What is needed →
Which lines run from the start of the data below to the line containing "of IFSM the"? Set them down exactly, with none added.
===============
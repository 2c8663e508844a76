#include "rules/surge_current/diode.hpp"

#include "rules/rating_support.hpp"

namespace mainscheck::rules {

namespace {


class SurgeCurrentDiode final : public Rule {
 public:
  const RuleInfo& info() const override {
    static const RuleInfo kInfo{
        "surge-current.diode",
        "peak switch-on current of each rectifier diode or bridge module (switch-on at the crest of the highest "
        "line voltage, every capacitor empty) against its derated non-repetitive surge rating IFSM",
        Severity::warning,
        "switch-on surge of an uncharged capacitor i = V_pk/R·e^(−t/RC) (derived from the RC charging "
        "equation); IFSM is given for one 8.3/10 ms half-sine (from memory), so comparing the peak of a "
        "shorter pulse is conservative",
        {{"derating", 1.0, "", "fraction of IFSM the switch-on peak may reach (common practice)"}},
        {{analysis::FrontEndType::diode, analysis::FrontEndType::bridge}}};
    return kInfo;
  }

  void check(const CheckInput& in, const OptionsView& opts, FindingSink& out) const override {
    if (!in.stress.inrush) return;  // the stress engine records why in its assumptions
    const auto& inrush = *in.stress.inrush;
    for (std::size_t i = 0; i < in.devices().parts.size(); ++i) {
      if (!checked_as_rectifier(in, i)) continue;
      auto it = inrush.per_part.find(i);
      const auto rating = attribute_rating(in.info(i), "i_surge");
      if (it == inrush.per_part.end()) {
        // No switch-on current flows through this diode: a stated surge rating has nothing to meet.
        if (rating) record_not_applicable(i, "i_surge", "A", *rating, opts.number("derating"), out);
        continue;
      }
      if (!rating) {  // rating-unknown reports a missing rating
        record_unchecked(in, i, "i_surge", "A", Stress{it->second.first, "switch-on at " + inrush.where(i)}, rating,
                         opts.number("derating"), out);
        continue;
      }
      const Stress stress{it->second.first, "switch-on at " + inrush.where(i)};
      check_derated(in, info(), {i, "switch-on surge current", "i_surge", "A", stress, *rating, opts.number("derating"),
                                 {"switch-on at both crests with every capacitor empty, the worst for this part (solver)"}},
                    out);
    }
  }
};

}  // namespace

std::unique_ptr<Rule> make_surge_current_diode_rule() { return std::make_unique<SurgeCurrentDiode>(); }

}  // namespace mainscheck::rules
===============
Worked solution →
repository 2c8663e508844a76
#include "rules/surge_current/diode.hpp"

#include "rules/rating_support.hpp"

namespace mainscheck::rules {

namespace {


class SurgeCurrentDiode final : public Rule {
 public:
  const RuleInfo& info() const override {
    static const RuleInfo kInfo{
        "surge-current.diode",
        "peak switch-on current of each rectifier diode or bridge module (switch-on at the crest of the highest "
        "line voltage, every capacitor empty) against its derated non-repetitive surge rating IFSM",
        Severity::warning,
        "switch-on surge of an uncharged capacitor i = V_pk/R·e^(−t/RC) (derived from the RC charging "
        "equation); IFSM is given for one 8.3/10 ms half-sine (from memory), so comparing the peak of a "
        "shorter pulse is conservative",
        {{"derating", 1.0, "", "fraction of IFSM the switch-on peak may reach (common practice)"}},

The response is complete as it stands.